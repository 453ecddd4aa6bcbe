//! What the report is of, what it rests on, and what it does not look at.

use crate::problem::Problem;
use crate::record::METHOD;
use crate::report::flags_of;
use crate::report::page::Block;
use crate::report::text::log::count;
use crate::report::text::river::{PROVISIONAL, REVIEWED};
use crate::tasks::Context;
use crate::tasks::report::ReportAnswer;

use super::pictures;

/// Problems told (choice: `check` tells all).
const TOLD: usize = 6;

/// What it is of.
pub(super) fn begins(context: &Context, answer: &ReportAnswer) -> Vec<Block> {
    let site = context.site();
    let mut out = Vec::new();
    if site.demonstration {
        out.push(Block::Warning(
            "A demonstration: this place, its data and its decisions are invented.".to_owned(),
        ));
    }
    let (from, to) = answer.days;
    let past = &answer.past;
    let read = past.days.iter().filter(|day| day.measured_c.is_some()).count();
    let held = past.temperature.all.n.max(past.oxygen.all.n);
    let river = site.river_name.as_ref().map_or_else(String::new, |river| format!(" on the {river}"));
    let facts = [
        ("Dam", format!("{}{river}", site.name)),
        (
            "Season",
            format!(
                "{from} to {to}, {}: {read} with a daily mean of the gauge below the dam, {held} that can be held against \
                 what was expected, {} left out",
                count(past.days.len()),
                past.left_out.len()
            ),
        ),
        (
            "Log",
            format!(
                "{} decision(s), {} event(s); days of an event are judged against the targets as they were recorded, and \
                 left out of skill and learning",
                answer.decided(context).len(),
                answer.events(context).len()
            ),
        ),
    ];
    out.push(Block::Facts(facts.into_iter().map(|(label, value)| (label.to_owned(), value)).collect()));
    out
}

/// When the cast was taken that the report is made with.
pub(super) fn taken(context: &Context) -> String {
    context.profile.taken.map_or_else(
        || "an unknown time".to_owned(),
        |at| at.with_timezone(&context.site().offset).format("%Y-%m-%d %H:%M %:z").to_string(),
    )
}

/// The pool, the data and what was not looked at.
pub(super) fn blocks(context: &Context, answer: &ReportAnswer) -> Vec<Block> {
    let offset = context.site().offset;
    let mut out = vec![pictures::pool(context)];
    let mut list: Vec<String> = context
        .conditions
        .observed
        .iter()
        .map(|(point, record)| {
            let readings = record.temperature_c.readings();
            let date = |at: chrono::DateTime<chrono::FixedOffset>| at.with_timezone(&offset).date_naive();
            let span = readings.first().zip(readings.last()).map_or_else(
                || "empty".to_owned(),
                |(first, last)| format!("{} to {}", date(first.0), date(last.0)),
            );
            format!("Record at {point}: {span}")
        })
        .collect();
    if list.is_empty() {
        list.push("No record of the river".to_owned());
    } else {
        let provisional = answer.observed.iter().any(|observed| observed.record.provisional);
        list.push(format!("Days against targets: {}", if provisional { PROVISIONAL } else { REVIEWED }));
    }
    let casts = context.folder.casts().len();
    list.push(format!("{casts} cast(s) in the folder, the newest taken {}", taken(context)));
    list.push(
        "Not looked at: limits of the structure on these days, flows and stages below the dam, the quality of readings \
         beyond the checks of the files"
            .to_owned(),
    );
    let problems: Vec<&Problem> = flags_of(&context.log.problems);
    let told = problems.iter().copied().chain(&answer.past.notes);
    list.extend(told.take(TOLD).map(|problem| problem.advice(context.system)));
    list.push(format!(
        "Made for {} with gatemix {}, {METHOD}; inputs {}",
        context.on.format("%Y-%m-%d %H:%M %:z"),
        env!("CARGO_PKG_VERSION"),
        context.fingerprint
    ));
    out.push(Block::List(list));
    out
}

==*==

EXERCISE BRIEF:
Return the entries above unchanged, starting at the first line and stopping after the line with "held against \".

TASK ANSWER:
repository 453ecddd4aa6bcbe
//! What the report is of, what it rests on, and what it does not look at.

use crate::problem::Problem;
use crate::record::METHOD;
use crate::report::flags_of;
use crate::report::page::Block;
use crate::report::text::log::count;
use crate::report::text::river::{PROVISIONAL, REVIEWED};
use crate::tasks::Context;
use crate::tasks::report::ReportAnswer;

use super::pictures;

/// Problems told (choice: `check` tells all).
const TOLD: usize = 6;

/// What it is of.
pub(super) fn begins(context: &Context, answer: &ReportAnswer) -> Vec<Block> {
    let site = context.site();
    let mut out = Vec::new();
    if site.demonstration {
        out.push(Block::Warning(
            "A demonstration: this place, its data and its decisions are invented.".to_owned(),
        ));
    }
    let (from, to) = answer.days;
    let past = &answer.past;
    let read = past.days.iter().filter(|day| day.measured_c.is_some()).count();
    let held = past.temperature.all.n.max(past.oxygen.all.n);
    let river = site.river_name.as_ref().map_or_else(String::new, |river| format!(" on the {river}"));
    let facts = [
        ("Dam", format!("{}{river}", site.name)),
        (
            "Season",
            format!(
                "{from} to {to}, {}: {read} with a daily mean of the gauge below the dam, {held} that can be held against \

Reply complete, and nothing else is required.